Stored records
-------
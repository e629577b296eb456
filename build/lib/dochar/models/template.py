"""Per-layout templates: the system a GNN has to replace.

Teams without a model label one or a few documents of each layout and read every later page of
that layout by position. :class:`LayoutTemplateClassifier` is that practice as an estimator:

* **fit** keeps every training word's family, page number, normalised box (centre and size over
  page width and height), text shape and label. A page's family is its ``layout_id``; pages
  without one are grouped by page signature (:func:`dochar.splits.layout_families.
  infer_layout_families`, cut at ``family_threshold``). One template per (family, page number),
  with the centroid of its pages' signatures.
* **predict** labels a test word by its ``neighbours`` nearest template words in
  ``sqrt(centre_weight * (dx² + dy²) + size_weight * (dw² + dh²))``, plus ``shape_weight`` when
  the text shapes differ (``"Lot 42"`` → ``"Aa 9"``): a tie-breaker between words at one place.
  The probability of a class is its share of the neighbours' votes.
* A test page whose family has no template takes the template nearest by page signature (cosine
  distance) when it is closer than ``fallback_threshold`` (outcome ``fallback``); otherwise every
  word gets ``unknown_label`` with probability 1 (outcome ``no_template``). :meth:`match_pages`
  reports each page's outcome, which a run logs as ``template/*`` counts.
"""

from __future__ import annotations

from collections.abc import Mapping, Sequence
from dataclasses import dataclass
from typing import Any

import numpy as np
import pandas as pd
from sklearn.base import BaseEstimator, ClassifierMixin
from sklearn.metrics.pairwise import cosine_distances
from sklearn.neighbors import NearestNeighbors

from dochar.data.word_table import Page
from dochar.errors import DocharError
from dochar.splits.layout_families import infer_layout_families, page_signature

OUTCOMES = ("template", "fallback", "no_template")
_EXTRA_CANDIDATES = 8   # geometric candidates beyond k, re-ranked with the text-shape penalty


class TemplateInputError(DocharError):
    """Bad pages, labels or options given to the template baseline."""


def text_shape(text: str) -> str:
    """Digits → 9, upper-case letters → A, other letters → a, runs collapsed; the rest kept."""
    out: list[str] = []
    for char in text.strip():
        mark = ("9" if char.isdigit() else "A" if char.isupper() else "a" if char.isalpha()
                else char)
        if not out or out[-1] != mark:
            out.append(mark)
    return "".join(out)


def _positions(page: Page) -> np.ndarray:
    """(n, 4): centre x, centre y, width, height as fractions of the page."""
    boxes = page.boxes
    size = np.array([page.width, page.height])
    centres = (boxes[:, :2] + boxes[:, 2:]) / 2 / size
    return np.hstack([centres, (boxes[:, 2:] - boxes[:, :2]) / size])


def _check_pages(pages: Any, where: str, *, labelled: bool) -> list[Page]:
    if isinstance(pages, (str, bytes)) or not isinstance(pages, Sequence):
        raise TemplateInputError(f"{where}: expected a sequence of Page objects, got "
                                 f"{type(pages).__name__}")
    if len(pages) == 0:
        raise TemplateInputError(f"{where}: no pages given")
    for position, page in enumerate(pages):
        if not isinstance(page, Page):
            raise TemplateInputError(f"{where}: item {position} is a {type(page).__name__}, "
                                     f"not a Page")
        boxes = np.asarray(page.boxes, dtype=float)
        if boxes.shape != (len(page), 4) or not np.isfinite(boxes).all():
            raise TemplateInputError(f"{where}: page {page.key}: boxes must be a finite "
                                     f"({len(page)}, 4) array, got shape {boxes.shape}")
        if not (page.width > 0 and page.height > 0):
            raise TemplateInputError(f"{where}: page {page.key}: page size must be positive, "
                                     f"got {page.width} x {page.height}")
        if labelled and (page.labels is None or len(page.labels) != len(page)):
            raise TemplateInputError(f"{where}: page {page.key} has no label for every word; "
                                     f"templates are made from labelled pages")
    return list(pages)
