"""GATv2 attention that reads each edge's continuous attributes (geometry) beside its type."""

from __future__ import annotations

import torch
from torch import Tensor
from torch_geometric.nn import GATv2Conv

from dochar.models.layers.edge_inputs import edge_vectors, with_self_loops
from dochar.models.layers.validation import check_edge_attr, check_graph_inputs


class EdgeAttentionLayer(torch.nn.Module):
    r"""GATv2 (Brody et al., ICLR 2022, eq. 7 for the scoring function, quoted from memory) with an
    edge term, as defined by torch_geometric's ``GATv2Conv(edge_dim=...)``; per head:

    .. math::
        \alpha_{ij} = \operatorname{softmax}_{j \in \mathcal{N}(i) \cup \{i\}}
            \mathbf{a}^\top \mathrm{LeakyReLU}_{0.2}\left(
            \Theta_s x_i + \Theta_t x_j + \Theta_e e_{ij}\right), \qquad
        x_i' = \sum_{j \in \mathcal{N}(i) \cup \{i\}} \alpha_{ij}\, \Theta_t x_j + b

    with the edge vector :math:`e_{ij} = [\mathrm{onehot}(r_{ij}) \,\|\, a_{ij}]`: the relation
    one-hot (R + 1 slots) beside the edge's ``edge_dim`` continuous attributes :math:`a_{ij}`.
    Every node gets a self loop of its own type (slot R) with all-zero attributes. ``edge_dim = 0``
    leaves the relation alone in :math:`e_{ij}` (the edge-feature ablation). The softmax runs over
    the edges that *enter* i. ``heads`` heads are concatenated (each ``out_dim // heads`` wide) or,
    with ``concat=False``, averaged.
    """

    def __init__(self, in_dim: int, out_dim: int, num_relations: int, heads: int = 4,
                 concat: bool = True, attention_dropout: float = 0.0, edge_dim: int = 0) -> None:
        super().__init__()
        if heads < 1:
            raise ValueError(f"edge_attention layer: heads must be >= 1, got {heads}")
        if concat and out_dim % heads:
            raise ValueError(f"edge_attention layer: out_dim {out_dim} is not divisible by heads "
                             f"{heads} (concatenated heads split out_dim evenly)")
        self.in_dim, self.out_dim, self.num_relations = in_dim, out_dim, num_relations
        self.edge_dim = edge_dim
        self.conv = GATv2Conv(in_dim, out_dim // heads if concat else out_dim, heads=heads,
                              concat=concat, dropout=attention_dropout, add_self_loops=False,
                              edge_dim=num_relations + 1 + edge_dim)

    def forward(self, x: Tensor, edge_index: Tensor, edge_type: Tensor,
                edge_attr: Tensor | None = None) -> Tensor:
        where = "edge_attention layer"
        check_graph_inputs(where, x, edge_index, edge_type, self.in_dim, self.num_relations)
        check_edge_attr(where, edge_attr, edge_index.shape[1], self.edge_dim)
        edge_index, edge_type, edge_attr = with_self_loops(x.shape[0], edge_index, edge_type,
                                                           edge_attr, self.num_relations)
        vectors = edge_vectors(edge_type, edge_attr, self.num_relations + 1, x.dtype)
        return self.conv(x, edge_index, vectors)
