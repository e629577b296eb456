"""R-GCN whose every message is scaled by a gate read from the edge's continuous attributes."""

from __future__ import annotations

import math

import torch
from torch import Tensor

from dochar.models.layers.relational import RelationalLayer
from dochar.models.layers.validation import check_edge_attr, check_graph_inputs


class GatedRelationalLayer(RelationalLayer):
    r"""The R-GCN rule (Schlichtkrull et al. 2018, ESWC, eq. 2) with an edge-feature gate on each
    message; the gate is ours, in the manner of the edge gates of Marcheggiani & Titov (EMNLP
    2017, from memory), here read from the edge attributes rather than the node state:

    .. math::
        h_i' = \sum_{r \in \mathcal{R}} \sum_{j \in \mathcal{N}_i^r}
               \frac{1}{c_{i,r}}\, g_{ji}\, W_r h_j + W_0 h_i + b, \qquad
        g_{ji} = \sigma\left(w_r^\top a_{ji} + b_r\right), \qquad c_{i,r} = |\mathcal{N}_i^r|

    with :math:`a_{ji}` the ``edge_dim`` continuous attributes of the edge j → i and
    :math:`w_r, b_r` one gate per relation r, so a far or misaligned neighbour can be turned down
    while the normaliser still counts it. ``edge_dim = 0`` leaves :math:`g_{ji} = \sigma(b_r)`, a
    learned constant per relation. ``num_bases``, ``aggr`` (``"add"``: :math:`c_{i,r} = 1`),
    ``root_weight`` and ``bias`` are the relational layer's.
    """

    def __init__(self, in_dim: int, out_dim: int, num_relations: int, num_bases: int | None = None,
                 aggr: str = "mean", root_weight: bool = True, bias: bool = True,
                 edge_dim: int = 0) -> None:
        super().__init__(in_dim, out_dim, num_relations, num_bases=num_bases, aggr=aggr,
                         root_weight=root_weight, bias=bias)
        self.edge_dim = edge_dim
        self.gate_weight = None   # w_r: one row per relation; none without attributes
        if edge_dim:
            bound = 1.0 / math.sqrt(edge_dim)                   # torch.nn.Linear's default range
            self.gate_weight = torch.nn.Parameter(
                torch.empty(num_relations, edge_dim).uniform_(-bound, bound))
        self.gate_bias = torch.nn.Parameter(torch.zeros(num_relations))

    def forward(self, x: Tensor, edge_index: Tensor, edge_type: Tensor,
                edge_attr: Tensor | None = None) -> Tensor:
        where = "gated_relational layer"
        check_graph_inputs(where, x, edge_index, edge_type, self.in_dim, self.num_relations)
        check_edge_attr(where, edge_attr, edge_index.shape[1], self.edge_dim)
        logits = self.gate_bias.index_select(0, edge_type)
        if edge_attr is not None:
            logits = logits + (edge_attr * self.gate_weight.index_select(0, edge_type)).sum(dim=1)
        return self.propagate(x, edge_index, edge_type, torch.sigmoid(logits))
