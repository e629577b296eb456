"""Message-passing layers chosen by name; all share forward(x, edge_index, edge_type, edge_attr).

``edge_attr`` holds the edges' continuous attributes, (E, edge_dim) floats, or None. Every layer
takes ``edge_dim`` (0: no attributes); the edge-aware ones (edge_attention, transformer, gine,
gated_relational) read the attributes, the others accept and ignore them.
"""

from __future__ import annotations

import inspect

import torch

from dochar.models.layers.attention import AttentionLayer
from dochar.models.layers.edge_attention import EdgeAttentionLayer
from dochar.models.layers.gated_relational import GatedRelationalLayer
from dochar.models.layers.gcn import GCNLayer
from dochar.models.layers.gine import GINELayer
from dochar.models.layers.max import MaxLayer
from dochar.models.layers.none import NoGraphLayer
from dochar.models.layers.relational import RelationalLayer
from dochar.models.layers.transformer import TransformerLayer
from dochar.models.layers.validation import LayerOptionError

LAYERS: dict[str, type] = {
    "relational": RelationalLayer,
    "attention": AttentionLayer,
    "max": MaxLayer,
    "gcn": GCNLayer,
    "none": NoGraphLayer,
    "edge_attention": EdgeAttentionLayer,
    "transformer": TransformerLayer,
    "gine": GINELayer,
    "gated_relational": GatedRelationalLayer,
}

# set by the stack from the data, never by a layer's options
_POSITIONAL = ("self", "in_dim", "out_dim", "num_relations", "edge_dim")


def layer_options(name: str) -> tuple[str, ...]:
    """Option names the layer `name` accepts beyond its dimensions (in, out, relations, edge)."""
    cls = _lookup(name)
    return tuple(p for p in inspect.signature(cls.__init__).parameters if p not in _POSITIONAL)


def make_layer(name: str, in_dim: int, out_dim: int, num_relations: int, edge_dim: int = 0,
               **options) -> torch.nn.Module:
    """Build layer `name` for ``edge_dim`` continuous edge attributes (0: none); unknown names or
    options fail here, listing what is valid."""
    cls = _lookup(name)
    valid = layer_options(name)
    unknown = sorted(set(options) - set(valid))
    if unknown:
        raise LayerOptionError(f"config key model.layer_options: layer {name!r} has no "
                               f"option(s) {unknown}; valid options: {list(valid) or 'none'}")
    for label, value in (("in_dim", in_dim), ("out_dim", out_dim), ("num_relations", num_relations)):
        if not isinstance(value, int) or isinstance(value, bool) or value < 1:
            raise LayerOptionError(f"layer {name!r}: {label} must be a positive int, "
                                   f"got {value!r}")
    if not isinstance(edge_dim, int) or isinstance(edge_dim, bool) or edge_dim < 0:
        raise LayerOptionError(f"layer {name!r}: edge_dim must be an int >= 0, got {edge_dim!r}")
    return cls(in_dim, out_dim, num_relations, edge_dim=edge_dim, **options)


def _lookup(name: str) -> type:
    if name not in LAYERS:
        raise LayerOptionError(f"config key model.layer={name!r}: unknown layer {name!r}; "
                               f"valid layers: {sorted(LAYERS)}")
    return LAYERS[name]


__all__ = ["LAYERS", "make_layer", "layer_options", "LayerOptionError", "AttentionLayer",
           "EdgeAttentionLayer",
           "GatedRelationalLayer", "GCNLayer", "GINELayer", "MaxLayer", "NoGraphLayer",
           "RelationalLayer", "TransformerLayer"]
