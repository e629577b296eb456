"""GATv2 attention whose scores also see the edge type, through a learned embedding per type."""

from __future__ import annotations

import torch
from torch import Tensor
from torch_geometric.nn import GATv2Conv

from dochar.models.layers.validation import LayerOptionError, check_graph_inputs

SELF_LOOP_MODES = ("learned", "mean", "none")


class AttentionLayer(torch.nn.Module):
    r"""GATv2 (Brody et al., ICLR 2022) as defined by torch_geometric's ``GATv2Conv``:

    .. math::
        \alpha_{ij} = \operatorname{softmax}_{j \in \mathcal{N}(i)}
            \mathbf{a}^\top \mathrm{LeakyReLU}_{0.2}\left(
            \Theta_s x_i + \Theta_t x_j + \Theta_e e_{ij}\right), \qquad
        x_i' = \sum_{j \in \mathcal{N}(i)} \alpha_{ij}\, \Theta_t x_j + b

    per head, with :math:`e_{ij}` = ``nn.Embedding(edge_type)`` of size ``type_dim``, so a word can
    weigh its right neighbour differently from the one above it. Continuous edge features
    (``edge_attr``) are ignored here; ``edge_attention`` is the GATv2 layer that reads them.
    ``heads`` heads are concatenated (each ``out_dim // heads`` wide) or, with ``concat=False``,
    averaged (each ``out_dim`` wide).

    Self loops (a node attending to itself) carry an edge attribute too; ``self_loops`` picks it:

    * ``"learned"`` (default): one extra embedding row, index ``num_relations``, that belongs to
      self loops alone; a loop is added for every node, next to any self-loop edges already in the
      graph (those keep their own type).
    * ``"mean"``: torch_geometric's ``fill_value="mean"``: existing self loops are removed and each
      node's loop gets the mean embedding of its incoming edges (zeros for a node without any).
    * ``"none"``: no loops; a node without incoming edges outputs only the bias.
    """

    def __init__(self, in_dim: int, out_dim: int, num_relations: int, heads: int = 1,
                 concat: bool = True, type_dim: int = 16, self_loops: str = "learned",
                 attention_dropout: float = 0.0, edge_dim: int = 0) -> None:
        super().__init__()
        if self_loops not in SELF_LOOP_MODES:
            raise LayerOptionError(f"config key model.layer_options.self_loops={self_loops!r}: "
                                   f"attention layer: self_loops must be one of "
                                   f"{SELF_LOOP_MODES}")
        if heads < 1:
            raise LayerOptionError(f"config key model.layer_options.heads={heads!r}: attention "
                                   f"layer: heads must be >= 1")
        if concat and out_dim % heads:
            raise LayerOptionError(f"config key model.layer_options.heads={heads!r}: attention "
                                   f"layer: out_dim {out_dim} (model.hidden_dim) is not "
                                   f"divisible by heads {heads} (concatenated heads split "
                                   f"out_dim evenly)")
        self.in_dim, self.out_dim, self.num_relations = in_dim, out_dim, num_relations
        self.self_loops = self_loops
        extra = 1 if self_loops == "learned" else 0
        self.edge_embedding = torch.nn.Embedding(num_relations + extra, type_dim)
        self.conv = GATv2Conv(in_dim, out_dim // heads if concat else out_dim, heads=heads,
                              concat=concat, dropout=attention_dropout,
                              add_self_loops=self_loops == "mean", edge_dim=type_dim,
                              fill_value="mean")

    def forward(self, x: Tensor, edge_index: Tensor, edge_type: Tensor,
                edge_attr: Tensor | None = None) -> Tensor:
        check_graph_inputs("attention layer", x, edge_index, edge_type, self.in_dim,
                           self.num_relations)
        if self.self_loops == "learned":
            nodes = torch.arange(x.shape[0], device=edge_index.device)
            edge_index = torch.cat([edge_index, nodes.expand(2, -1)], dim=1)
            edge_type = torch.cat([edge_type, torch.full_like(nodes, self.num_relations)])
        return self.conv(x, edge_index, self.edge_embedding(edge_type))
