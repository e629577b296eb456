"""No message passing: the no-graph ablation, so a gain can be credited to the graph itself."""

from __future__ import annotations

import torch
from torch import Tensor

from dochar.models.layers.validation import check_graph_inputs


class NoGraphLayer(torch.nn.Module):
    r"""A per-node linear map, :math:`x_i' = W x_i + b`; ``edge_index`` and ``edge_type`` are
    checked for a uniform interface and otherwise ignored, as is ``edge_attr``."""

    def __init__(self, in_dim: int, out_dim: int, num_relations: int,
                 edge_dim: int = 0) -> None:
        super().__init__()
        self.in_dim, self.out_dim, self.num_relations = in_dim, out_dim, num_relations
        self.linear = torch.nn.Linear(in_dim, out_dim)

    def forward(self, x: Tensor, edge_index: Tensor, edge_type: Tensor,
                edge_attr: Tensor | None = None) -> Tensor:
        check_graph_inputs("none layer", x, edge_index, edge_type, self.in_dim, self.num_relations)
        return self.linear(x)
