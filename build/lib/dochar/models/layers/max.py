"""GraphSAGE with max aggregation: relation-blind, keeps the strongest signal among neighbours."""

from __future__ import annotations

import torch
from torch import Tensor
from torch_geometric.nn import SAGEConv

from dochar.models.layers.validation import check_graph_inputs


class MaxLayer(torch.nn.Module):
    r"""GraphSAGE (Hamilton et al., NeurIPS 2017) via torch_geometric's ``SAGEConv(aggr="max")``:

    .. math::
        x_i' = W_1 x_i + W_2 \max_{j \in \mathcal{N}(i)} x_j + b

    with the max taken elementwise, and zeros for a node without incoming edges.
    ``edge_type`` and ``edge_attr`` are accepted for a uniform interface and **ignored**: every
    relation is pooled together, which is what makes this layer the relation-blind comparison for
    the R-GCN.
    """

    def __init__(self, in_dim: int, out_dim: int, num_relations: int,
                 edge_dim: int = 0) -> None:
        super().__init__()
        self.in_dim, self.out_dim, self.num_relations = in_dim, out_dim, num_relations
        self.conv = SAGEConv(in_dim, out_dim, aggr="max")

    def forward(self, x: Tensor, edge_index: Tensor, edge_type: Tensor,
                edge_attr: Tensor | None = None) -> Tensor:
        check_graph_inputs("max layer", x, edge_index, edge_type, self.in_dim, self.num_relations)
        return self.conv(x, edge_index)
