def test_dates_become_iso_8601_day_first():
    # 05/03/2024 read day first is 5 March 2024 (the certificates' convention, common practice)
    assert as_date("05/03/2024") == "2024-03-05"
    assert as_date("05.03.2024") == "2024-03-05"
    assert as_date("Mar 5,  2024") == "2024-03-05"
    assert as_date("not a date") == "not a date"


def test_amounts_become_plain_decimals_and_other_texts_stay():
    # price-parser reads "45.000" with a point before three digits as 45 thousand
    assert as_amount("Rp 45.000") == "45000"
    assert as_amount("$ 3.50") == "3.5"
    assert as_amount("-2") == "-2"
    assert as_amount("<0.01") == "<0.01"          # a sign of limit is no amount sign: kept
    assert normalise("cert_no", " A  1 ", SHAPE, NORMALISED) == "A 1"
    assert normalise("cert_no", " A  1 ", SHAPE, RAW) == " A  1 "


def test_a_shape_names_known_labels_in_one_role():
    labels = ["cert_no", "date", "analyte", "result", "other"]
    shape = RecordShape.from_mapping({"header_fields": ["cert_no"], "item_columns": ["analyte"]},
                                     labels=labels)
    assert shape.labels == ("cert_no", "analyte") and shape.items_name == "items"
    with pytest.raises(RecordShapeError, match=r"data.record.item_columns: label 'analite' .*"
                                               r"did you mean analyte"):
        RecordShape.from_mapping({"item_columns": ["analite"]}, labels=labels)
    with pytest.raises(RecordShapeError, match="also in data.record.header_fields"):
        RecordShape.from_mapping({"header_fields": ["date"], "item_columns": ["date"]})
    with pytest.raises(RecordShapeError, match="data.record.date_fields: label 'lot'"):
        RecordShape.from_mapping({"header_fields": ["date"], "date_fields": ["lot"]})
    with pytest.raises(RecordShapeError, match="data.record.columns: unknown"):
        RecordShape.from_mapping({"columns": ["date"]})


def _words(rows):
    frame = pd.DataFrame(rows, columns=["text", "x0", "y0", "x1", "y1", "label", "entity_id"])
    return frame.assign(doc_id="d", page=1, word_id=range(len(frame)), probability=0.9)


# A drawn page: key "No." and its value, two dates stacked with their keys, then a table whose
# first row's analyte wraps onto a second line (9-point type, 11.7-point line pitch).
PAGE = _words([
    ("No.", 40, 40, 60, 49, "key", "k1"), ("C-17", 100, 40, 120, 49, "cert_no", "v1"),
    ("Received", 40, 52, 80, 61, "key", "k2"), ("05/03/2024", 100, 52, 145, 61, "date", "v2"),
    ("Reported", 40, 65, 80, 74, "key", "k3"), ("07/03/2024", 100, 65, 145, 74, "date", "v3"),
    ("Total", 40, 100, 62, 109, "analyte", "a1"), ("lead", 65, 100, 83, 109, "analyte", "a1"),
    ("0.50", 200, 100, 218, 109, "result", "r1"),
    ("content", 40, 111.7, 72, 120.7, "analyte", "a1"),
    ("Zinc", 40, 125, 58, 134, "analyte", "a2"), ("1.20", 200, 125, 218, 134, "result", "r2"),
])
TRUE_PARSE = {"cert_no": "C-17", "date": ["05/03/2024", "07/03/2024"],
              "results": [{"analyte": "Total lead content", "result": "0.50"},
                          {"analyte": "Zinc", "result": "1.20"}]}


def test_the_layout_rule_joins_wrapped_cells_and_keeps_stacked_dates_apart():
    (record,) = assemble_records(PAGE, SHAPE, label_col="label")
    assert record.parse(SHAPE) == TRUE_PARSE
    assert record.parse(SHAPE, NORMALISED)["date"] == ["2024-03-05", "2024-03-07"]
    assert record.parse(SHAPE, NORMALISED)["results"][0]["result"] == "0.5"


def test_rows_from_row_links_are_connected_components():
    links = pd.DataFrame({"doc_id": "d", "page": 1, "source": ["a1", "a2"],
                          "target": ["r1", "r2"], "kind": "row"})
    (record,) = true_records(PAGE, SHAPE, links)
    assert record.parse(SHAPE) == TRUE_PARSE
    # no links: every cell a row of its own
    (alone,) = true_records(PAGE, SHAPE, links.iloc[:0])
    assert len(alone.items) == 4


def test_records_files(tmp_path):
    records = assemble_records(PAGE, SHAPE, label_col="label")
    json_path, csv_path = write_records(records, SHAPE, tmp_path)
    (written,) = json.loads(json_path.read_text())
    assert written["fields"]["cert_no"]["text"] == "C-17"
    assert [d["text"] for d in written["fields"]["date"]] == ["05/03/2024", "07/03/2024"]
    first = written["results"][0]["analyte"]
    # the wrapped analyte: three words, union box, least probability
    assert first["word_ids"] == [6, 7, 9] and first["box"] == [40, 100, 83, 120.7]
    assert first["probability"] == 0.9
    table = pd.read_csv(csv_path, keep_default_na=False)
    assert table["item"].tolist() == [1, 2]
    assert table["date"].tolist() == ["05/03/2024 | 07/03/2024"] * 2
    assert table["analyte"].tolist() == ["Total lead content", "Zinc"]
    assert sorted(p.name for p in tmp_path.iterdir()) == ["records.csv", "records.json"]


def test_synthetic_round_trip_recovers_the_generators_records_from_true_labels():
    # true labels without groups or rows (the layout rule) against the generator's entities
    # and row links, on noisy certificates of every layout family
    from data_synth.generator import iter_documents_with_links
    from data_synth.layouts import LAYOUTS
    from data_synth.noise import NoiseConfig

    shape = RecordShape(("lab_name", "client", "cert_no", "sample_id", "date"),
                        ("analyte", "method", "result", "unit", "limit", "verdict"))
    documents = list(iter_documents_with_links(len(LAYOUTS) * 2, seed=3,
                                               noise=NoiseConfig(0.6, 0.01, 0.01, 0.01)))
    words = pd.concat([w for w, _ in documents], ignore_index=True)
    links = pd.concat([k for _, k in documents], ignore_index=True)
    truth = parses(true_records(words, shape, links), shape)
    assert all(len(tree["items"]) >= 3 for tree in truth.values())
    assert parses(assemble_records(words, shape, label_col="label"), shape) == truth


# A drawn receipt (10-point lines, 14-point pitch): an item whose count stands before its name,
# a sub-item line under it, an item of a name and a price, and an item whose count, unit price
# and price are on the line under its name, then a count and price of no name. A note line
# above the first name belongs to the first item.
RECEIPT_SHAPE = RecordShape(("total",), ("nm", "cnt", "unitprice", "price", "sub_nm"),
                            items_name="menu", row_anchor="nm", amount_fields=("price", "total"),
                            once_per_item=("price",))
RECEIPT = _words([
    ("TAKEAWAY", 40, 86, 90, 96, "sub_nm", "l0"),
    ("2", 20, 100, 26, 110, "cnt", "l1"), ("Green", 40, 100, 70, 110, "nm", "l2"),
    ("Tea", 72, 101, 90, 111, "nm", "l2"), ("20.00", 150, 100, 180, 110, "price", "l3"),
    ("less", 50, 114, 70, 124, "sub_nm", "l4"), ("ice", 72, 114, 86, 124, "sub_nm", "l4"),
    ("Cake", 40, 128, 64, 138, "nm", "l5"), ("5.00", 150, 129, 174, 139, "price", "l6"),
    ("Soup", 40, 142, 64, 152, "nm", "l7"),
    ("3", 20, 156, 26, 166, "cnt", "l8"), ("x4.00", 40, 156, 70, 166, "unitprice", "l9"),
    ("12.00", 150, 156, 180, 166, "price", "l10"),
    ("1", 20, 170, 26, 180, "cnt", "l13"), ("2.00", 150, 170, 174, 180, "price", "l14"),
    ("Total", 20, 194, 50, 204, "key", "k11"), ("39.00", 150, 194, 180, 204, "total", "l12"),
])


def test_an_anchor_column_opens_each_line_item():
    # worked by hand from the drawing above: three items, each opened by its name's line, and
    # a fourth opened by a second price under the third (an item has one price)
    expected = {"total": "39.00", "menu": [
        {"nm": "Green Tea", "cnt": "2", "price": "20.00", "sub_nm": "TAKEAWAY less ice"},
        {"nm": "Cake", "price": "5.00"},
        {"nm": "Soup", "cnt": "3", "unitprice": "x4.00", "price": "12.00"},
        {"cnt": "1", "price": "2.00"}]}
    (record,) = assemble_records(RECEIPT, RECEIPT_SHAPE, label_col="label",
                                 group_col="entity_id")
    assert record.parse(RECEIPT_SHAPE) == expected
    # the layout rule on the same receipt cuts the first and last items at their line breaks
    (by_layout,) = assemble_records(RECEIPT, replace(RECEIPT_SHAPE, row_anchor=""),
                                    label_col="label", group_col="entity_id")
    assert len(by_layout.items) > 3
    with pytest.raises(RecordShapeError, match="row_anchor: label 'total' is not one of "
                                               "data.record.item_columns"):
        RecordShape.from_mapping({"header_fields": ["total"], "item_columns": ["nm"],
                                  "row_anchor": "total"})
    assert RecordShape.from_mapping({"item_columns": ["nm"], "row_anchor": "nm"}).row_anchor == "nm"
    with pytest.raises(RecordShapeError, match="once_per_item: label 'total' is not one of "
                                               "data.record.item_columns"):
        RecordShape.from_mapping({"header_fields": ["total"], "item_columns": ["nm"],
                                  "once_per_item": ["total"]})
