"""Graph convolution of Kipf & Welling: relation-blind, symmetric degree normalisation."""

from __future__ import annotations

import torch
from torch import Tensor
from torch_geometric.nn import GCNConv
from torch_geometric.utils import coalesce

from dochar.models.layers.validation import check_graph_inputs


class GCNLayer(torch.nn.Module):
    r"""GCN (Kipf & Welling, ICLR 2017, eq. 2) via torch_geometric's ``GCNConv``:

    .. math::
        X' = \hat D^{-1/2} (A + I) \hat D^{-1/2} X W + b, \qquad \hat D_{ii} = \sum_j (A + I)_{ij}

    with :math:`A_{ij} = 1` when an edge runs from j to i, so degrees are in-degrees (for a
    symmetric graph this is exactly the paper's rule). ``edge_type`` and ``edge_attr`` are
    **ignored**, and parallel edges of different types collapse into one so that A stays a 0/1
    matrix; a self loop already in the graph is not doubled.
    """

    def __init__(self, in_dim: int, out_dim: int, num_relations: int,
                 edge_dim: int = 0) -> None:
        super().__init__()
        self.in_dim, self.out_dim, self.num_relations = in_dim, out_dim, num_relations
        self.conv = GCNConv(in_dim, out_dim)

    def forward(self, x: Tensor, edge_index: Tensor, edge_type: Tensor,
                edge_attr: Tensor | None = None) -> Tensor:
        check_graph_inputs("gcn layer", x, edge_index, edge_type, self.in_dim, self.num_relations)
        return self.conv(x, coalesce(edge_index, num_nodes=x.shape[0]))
-------
[WORK REQUIRED]
The result is a copy of every line above where the word "probability" shows up.

[ANSWER TO THIS PROBLEM]
  The probability of a class is its share of the neighbours' votes.
  word gets ``unknown_label`` with probability 1 (outcome ``no_template``). :meth:`match_pages`
    return frame.assign(doc_id="d", page=1, word_id=range(len(frame)), probability=0.9)
    # the wrapped analyte: three words, union box, least probability
    assert first["probability"] == 0.9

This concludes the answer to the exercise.